◆ **Directions for this task**
Across all entries below, how many lines include "util"? Only the number, please.

Items from a dataset:
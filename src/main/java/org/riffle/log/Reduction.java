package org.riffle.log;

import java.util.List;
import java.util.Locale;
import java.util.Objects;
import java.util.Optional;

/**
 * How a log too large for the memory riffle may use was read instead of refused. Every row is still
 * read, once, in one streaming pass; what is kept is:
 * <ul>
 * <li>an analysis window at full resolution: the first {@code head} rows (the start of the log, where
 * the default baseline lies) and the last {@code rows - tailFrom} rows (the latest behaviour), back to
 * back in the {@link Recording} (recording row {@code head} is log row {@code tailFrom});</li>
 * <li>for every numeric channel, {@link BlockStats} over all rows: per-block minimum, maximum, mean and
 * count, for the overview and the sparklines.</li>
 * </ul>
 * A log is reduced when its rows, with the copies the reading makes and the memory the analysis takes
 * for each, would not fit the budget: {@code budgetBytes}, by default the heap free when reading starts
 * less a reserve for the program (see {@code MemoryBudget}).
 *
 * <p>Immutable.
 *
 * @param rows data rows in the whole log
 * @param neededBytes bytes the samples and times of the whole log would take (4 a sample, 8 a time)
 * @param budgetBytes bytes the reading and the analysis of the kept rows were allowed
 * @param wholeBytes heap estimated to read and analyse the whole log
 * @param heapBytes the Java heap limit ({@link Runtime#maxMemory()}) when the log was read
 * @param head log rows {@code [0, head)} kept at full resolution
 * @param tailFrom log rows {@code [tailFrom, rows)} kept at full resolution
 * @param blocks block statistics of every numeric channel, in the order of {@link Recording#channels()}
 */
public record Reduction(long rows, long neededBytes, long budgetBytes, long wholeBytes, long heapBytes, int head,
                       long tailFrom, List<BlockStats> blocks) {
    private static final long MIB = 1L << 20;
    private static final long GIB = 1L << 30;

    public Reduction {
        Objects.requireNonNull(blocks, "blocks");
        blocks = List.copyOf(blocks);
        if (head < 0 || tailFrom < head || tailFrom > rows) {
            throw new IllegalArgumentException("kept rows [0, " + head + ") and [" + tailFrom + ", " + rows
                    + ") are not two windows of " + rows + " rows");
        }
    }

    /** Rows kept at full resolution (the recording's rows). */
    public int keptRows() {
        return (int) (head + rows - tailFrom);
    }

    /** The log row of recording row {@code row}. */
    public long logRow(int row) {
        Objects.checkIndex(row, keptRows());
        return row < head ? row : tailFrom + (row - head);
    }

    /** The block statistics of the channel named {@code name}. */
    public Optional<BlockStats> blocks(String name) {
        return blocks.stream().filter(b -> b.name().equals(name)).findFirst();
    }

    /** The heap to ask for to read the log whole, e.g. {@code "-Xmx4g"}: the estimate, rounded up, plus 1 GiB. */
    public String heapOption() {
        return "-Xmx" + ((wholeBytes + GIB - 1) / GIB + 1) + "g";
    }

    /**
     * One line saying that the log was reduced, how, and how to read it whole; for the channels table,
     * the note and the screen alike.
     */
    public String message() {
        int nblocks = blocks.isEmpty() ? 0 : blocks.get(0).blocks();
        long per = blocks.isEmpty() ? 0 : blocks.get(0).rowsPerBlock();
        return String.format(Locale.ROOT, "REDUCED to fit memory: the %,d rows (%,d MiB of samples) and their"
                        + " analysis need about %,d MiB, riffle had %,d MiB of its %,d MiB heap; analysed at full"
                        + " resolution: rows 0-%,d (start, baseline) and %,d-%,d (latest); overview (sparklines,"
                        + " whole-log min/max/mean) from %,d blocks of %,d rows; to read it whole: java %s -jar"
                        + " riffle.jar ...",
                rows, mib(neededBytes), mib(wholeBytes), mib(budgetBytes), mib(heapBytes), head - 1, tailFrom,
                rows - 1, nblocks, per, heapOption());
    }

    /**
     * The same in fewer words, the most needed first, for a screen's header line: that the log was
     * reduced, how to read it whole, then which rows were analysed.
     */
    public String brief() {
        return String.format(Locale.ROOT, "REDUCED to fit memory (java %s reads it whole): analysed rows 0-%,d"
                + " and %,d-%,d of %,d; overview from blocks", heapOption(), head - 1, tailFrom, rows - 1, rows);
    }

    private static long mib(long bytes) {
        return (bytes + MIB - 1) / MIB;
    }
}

◆ **Written reply**
4